Namespace Lucene.Net.Analysis.Ar
Analyzer for Arabic.
Classes
ArabicAnalyzer
Lucene.Net.Analysis.Analyzer for Arabic.
This analyzer implements light-stemming as specified by:
Light Stemming for Arabic Information Retrieval
http://www.mtholyoke.edu/~lballest/Pubs/arab_stem05.pdf
The analysis package contains three primary components:
- ArabicNormalizationFilter: Arabic orthographic normalization.
- ArabicStemFilter: Arabic light stemming
- Arabic stop words file: a set of default Arabic stop words.
ArabicLetterTokenizer
Tokenizer that breaks text into runs of letters and diacritics.

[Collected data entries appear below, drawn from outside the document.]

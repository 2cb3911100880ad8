//! How far are the models of discontinuities from the full-wave solution of the same copper? The measured accuracies in their docs.
//! Run: `cargo bench --bench discontinuities`.
#![allow(clippy::unwrap_used, clippy::indexing_slicing, clippy::needless_range_loop, missing_docs)]

use std::f64::consts::TAU;
use std::time::Instant;

use num_complex::Complex64;
use stripwright::artwork::shape::{Region, rectangle};
use stripwright::base::{Nm, Point};
use stripwright::field::{Analysis, Dielectric, Geometry, GeometryPort, Mesh, PortPlace, Split, Stack, Top};
use stripwright::line::{AsBuilt, C_M_PER_S, Corner, Mitre, StaticsModel, Strip, bend, gap, optimum_cut, step, tee};
use stripwright::order::Side;

/// Box in substrate heights: far enough to move eps_eff by less than 0.3 %.
const BOX: f64 = 36.0;
const LID: f64 = 20.0;
const DENSITY: f64 = 2.0;

type Matrix = Vec<Vec<Complex64>>;

fn board(er: f64, h_m: f64) -> AsBuilt {
    AsBuilt {
        permittivity: er,
        in_plane_permittivity: er,
        loss_tangent: 0.0,
        thickness_m: h_m,
        copper_thickness_m: 0.0,
        undercut_m: 0.0,
        roughness_m: 0.0,
        conductivity_s_per_m: 5.8e7,
        plating: None,
        hole_plating_m: 25e-6,
        ten_point_height_m: None,
        lid_m: None,
        widening_m: 0.0,
        lossless: true,
        statics: StaticsModel::Numerical,
    }
}

fn inverse(mut a: Matrix) -> Matrix {
    let n = a.len();
    let mut b: Matrix = (0..n).map(|i| (0..n).map(|j| Complex64::from(f64::from(u8::from(i == j)))).collect()).collect();
    for k in 0..n {
        let pivot = a[k][k].inv();
        for j in 0..n {
            a[k][j] *= pivot;
            b[k][j] *= pivot;
        }
        for i in (0..n).filter(|i| *i != k) {
            let factor = a[i][k];
            for j in 0..n {
                let (x, y) = (a[k][j], b[k][j]);
                a[i][j] -= factor * x;
                b[i][j] -= factor * y;
            }
        }
    }
    b
}

fn product(a: &Matrix, b: &Matrix) -> Matrix {
    let n = a.len();
    (0..n).map(|i| (0..n).map(|j| (0..n).map(|k| a[i][k] * b[k][j]).sum()).collect()).collect()
}

fn plus_identity(a: &Matrix, sign: f64) -> Matrix {
    a.iter().enumerate().map(|(i, row)| row.iter().enumerate().map(|(j, x)| sign * x + f64::from(u8::from(i == j))).collect()).collect()
}

/// Normalised impedances, and scattering back from them.
fn z_of(s: &Matrix) -> Matrix {
    product(&inverse(plus_identity(s, -1.0)), &plus_identity(s, 1.0))
}

fn s_of(z: &Matrix) -> Matrix {
    let minus: Matrix = plus_identity(z, 1.0)
        .iter()
        .enumerate()
        .map(|(i, row)| row.iter().enumerate().map(|(j, x)| x - 2.0 * f64::from(u8::from(i == j))).collect())
        .collect();
    product(&minus, &inverse(plus_identity(z, 1.0)))
}

/// Scattering of the copper at planes `shifts_m` nearer the junction than the ports' planes, each port on its own line's impedance; and the impedances.
fn solved(
    er: f64,
    h_m: f64,
    rectangles: &[[f64; 4]],
    ports: &[(Side, f64)],
    plane: f64,
    shifts_m: &[f64],
    f_hz: f64,
) -> (Matrix, Vec<f64>, usize) {
    let nm = |heights: f64| Nm::from_m(heights * h_m);
    let rings: Vec<_> =
        rectangles.iter().map(|r| rectangle(Point { x: nm(r[0]), y: nm(r[1]) }, Point { x: nm(r[2]), y: nm(r[3]) })).collect();
    let stack = Stack {
        below: vec![Dielectric { permittivity: er, loss_tangent: 0.0, thickness_m: h_m }],
        above: vec![Dielectric { permittivity: 1.0, loss_tangent: 0.0, thickness_m: LID * h_m }],
        top: Top::Lid,
    };
    let ports: Vec<_> = ports
        .iter()
        .map(|(side, at)| GeometryPort { place: PortPlace::Wall { side: *side, at: nm(*at), plane: nm(plane) }, reference_ohm: 50.0 })
        .collect();
    let geometry = Geometry { stack, size: [nm(BOX), nm(BOX)], copper: Region::union_of(&rings), conductor: None, ports };
    let mesh = Mesh::new(&geometry, f_hz, DENSITY, 0.1 * h_m).unwrap();
    let analysis = Analysis::new(mesh, &geometry, f_hz, Split::default()).unwrap();
    let at = analysis.at(f_hz).unwrap();
    let n = shifts_m.len();
    let lines: Vec<_> = at.lines.iter().map(|line| line.unwrap()).collect();
    let s: Matrix = (0..n).map(|i| (0..n).map(|j| at.s[i * n + j]).collect()).collect();
    let z = z_of(&s);
    let own: Vec<f64> = lines.iter().map(|line| line.impedance_ohm.re).collect();
    let renormalised: Matrix = (0..n).map(|i| (0..n).map(|j| z[i][j] * 50.0 / (own[i] * own[j]).sqrt()).collect()).collect();
    let s = s_of(&renormalised);
    let moved = (0..n)
        .map(|i| (0..n).map(|j| s[i][j] * (lines[i].gamma_per_m * shifts_m[i] + lines[j].gamma_per_m * shifts_m[j]).exp()).collect())
        .collect();
    (moved, own, n)
}

fn db(x: Complex64) -> f64 {
    20.0 * x.norm().log10()
}

/// Scattering of a ladder of series, shunt, series on two line impedances.
fn ladder(first_h: f64, shunt_f: f64, second_h: f64, z: [f64; 2], f_hz: f64) -> Matrix {
    let j = |x: f64| Complex64::new(0.0, x);
    let w = TAU * f_hz;
    let common = j(-1.0 / (w * shunt_f));
    let root = (z[0] * z[1]).sqrt();
    s_of(&vec![vec![(j(w * first_h) + common) / z[0], common / root], vec![common / root, (j(w * second_h) + common) / z[1]]])
}

fn main() {
    let centre = 0.5 * BOX;
    for (er, h_m, w_m, f_hz) in [(3.0, 0.762e-3, 1.91e-3, 4e9), (10.2, 0.635e-3, 0.59e-3, 4e9)] {
        let board = board(er, h_m);
        let strip = Strip::new(&board, w_m);
        let (w, beta) = (w_m / h_m, strip.at(f_hz).beta_rad_per_m(f_hz));
        let z0 = strip.at(f_hz).z0_ohm;
        let plane = 0.4 * BOX;
        println!("er {er}, h {:.3} mm, w {:.3} mm ({z0:.1} ohm), {} GHz", h_m * 1e3, w_m * 1e3, f_hz / 1e9);
        let half = 0.5 * w;
        // Bends: mouths at the corner square's sides.
        for (name, corner) in
            [("square", Corner::Square), ("half cut", Corner::Mitred(Mitre::Cut(0.5))), ("optimum cut", Corner::Mitred(Mitre::Optimum))]
        {
            let time = Instant::now();
            let mut copper = vec![[0.0, centre - half, centre - half, centre + half], [centre - half, centre + half, centre + half, BOX]];
            // The strips' square less the cut, in stairs: outer corner at (+, -); legs twice the cut's share of the width.
            let cut = match corner {
                Corner::Square => 0.0,
                Corner::Mitred(Mitre::Cut(cut)) => cut,
                Corner::Mitred(Mitre::Optimum) => optimum_cut(&strip),
            };
            let (leg, stairs) = (2.0 * cut * w, 24);
            if leg > 0.0 {
                copper.clear();
                let (x0, y0) = (centre + half, centre - half);
                // The whole of both strips within the cut's reach, column by column.
                let reach = leg.max(w);
                for i in 0..stairs {
                    let (a, b) = (reach * f64::from(i) / f64::from(stairs), reach * f64::from(i + 1) / f64::from(stairs));
                    // Column from a to b left of the outer face: copper starts above the cut at the column's middle.
                    let floor = (leg - 0.5 * (a + b)).max(0.0);
                    let top = if b <= w + 1e-9 { BOX } else { y0 + w };
                    let (left, right) = (x0 - b, x0 - a);
                    if a < w - 1e-9 && b > w + 1e-9 {
                        copper.push([x0 - w, y0 + floor, right, BOX]);
                        copper.push([left, y0 + floor, x0 - w, y0 + w]);
                    } else {
                        copper.push([left, y0 + floor, right, top]);
                    }
                }
                copper.push([0.0, centre - half, x0 - reach, centre + half]);
            } else {
                copper.push([centre - half, centre - half, centre + half, centre + half]);
            }
            let inward = (centre - half - plane) * h_m;
            let inward_top = (BOX - (centre + half) - plane) * h_m;
            let ports = [(Side::Left, centre), (Side::Top, centre)];
            let (s, own, _) = solved(er, h_m, &copper, &ports, plane, &[inward, inward_top], f_hz);
            let model = bend(&strip, corner);
            let ours = ladder(model.series_h, model.shunt_f, model.series_h, [z0, z0], f_hz);
            let z = z_of(&s);
            let omega = TAU * f_hz;
            let (l, c) = ((z[0][0] - z[1][0]).im * own[0] / omega, -1.0 / (omega * z[1][0].im * own[0]));
            let difference_m = (ours[1][0].arg() - s[1][0].arg()) / -beta;
            println!(
                "  bend {name}: L {:+.4} nH, solved {:+.4}; C {:.4} pF, solved {:.4}; delay {:+.3} h off; S11 {:.1} dB, solved {:.1} dB; {:.1} s",
                model.series_h * 1e9,
                l * 1e9,
                model.shunt_f * 1e12,
                c * 1e12,
                difference_m / h_m,
                db(ours[0][0]),
                db(s[0][0]),
                time.elapsed().as_secs_f64()
            );
        }
        // Gaps.
        for share in [0.1, 0.3] {
            let g = share;
            let copper = [[0.0, centre - half, centre - 0.5 * g, centre + half], [centre + 0.5 * g, centre - half, BOX, centre + half]];
            let inward = (centre - 0.5 * g - plane) * h_m;
            let (s, own, _) = solved(er, h_m, &copper, &[(Side::Left, centre), (Side::Right, centre)], plane, &[inward, inward], f_hz);
            let y = inverse(z_of(&s));
            let omega = TAU * f_hz * own[0];
            let (series, shunt) = (-y[1][0].im / omega, (y[0][0] + y[1][0]).im / omega);
            let model = gap::unequal_gap(&strip, &strip, g * h_m);
            let published = gap::gap(&strip, g * h_m);
            println!(
                "  gap {share} h: series {:.2} fF, solved {:.2} (published {:.2}); shunt {:.2} fF, solved {:.2} (published {:.2})",
                model.series_f * 1e15,
                series * 1e15,
                published.series_f * 1e15,
                model.shunt_one_f * 1e15,
                shunt * 1e15,
                published.shunt_f * 1e15
            );
        }
        // Steps.
        for ratio in [2.5, 0.35] {
            let other = Strip::new(&board, ratio * w_m);
            let v = 0.5 * ratio * w;
            let copper = [[0.0, centre - half, centre, centre + half], [centre, centre - v, BOX, centre + v]];
            let inward = (centre - plane) * h_m;
            let (s, _, _) = solved(er, h_m, &copper, &[(Side::Left, centre), (Side::Right, centre)], plane, &[inward, inward], f_hz);
            let model = step(&strip, &other);
            let (first, second) = if ratio < 1.0 {
                (model.wide_inductance_h, model.narrow_inductance_h)
            } else {
                (model.narrow_inductance_h, model.wide_inductance_h)
            };
            let zs = [z0, other.at(f_hz).z0_ohm];
            let ours = ladder(first, model.capacitance_f, second, zs, f_hz);
            let bare = (zs[1] - zs[0]) / (zs[1] + zs[0]);
            println!(
                "  step to {ratio} w: S11 {:.3} < {:.2} deg, solved {:.3} < {:.2} deg, without the model {:.3}; S21 phase {:.2}, solved {:.2} deg",
                ours[0][0].norm(),
                ours[0][0].arg().to_degrees(),
                s[0][0].norm(),
                s[0][0].arg().to_degrees(),
                bare,
                ours[1][0].arg().to_degrees(),
                s[1][0].arg().to_degrees()
            );
        }
        // Tees: planes on the centre lines.
        for ratio in [1.0, 0.4] {
            let side = Strip::new(&board, ratio * w_m);
            let v = 0.5 * ratio * w;
            let copper = [[0.0, centre - half, BOX, centre + half], [centre - v, centre + half, centre + v, BOX]];
            let inward = (centre - plane) * h_m;
            let ports = [(Side::Left, centre), (Side::Right, centre), (Side::Top, centre)];
            let (s, own, _) = solved(er, h_m, &copper, &ports, plane, &[inward; 3], f_hz);
            // Shifts of the best star: the ones that leave equal transfer impedances' series parts at zero.
            let z = z_of(&s);
            let raw = |i: usize, j: usize| z[i][j] * (own[i] * own[j]).sqrt();
            let omega = TAU * f_hz;
            let through_h = (raw(0, 0) - raw(0, 1)).im / omega;
            let side_h = (raw(2, 2) - raw(0, 2)).im / omega;
            let per_length = |strip: &Strip| strip.static_z0_ohm() * strip.static_eps_eff().sqrt() / C_M_PER_S;
            let capacitance = -1.0 / (omega * raw(0, 2).im);
            let model = tee(&strip, &strip, &side).at(f_hz);
            // Model: node with susceptance, transformers, lines of negative length.
            let zs = [z0, z0, side.at(f_hz).z0_ohm];
            let turns = [model.turns_1, model.turns_2, 1.0];
            let y: Vec<f64> = (0..3).map(|i| turns[i] * turns[i] / zs[i]).collect();
            let total: Complex64 = Complex64::new(y.iter().sum::<f64>(), model.shunt_s);
            let shift = [model.shift_1_m, model.shift_2_m, model.shift_side_m];
            let betas = [beta, beta, side.at(f_hz).beta_rad_per_m(f_hz)];
            let ours: Matrix = (0..3)
                .map(|i| {
                    (0..3)
                        .map(|j| {
                            let node = 2.0 * (y[i] * y[j]).sqrt() / total - f64::from(u8::from(i == j));
                            node * Complex64::new(0.0, betas[i] * shift[i] + betas[j] * shift[j]).exp()
                        })
                        .collect()
                })
                .collect();
            let bare: f64 = 1.0 / zs[0] * 2.0 + 1.0 / zs[2];
            let worst = |of: &dyn Fn(usize, usize) -> Complex64| {
                let mut worst: f64 = 0.0;
                for i in 0..3 {
                    for j in 0..3 {
                        worst = worst.max((of(i, j) - s[i][j]).norm());
                    }
                }
                worst
            };
            let off = worst(&|i, j| ours[i][j]);
            let without = worst(&|i, j| Complex64::from(2.0 / (zs[i] * zs[j]).sqrt() / bare - f64::from(u8::from(i == j))));
            println!(
                "  tee, side {ratio} w: shift through {:+.3} h, star of the solution {:+.3} h; side {:+.3} h, solved {:+.3} h; C at the node {:+.4} pF; S off by {off:.4}, without a model {without:.4}",
                model.shift_1_m / h_m,
                -through_h / per_length(&strip) / h_m,
                model.shift_side_m / h_m,
                -side_h / per_length(&side) / h_m,
                capacitance * 1e12
            );
        }
    }
}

The problem with the standard Letter tokenizer is that it fails on diacritics. Handling similar to this is necessary for Indic Scripts, Hebrew, Thaana, etc.
You must specify the required Lucene.Net.Util.LuceneVersion compatibility when creating ArabicLetterTokenizer:
- As of 3.1, CharTokenizer uses an int based API to normalize and detect token characters. See IsTokenChar(Int32) and Normalize(Int32) for details.
ArabicLetterTokenizerFactory
Factory for ArabicLetterTokenizer
ArabicNormalizationFilter
A Lucene.Net.Analysis.TokenFilter that applies ArabicNormalizer to normalize the orthography.
ArabicNormalizationFilterFactory
Factory for ArabicNormalizationFilter.
<fieldType name="text_arnormal" class="solr.TextField" positionIncrementGap="100">
<analyzer>
<tokenizer class="solr.StandardTokenizerFactory"/>
<filter class="solr.ArabicNormalizationFilterFactory"/>
</analyzer>
</fieldType>
ArabicNormalizer
Normalizer for Arabic.
Normalization is done in-place for efficiency, operating on a termbuffer.
Normalization is defined as:
- Normalization of hamza with alef seat to a bare alef.
- Normalization of teh marbuta to heh
- Normalization of dotless yeh (alef maksura) to yeh.
- Removal of Arabic diacritics (the harakat)
- Removal of tatweel (stretching character).
ArabicStemFilter
A Lucene.Net.Analysis.TokenFilter that applies ArabicStemmer to stem Arabic words..
To prevent terms from being stemmed use an instance of SetKeywordMarkerFilter or a custom Lucene.Net.Analysis.TokenFilter that sets the Lucene.Net.Analysis.TokenAttributes.KeywordAttribute before this Lucene.Net.Analysis.TokenStream.
ArabicStemFilterFactory
Factory for ArabicStemFilter.
<fieldType name="text_arstem" class="solr.TextField" positionIncrementGap="100">
<analyzer>
<tokenizer class="solr.StandardTokenizerFactory"/>
<filter class="solr.ArabicNormalizationFilterFactory"/>
<filter class="solr.ArabicStemFilterFactory"/>
</analyzer>
</fieldType>
ArabicStemmer
Stemmer for Arabic.
Stemming is done in-place for efficiency, operating on a termbuffer.
Stemming is defined as:
- Removal of attached definite article, conjunction, and prepositions.
- Stemming of common suffixes.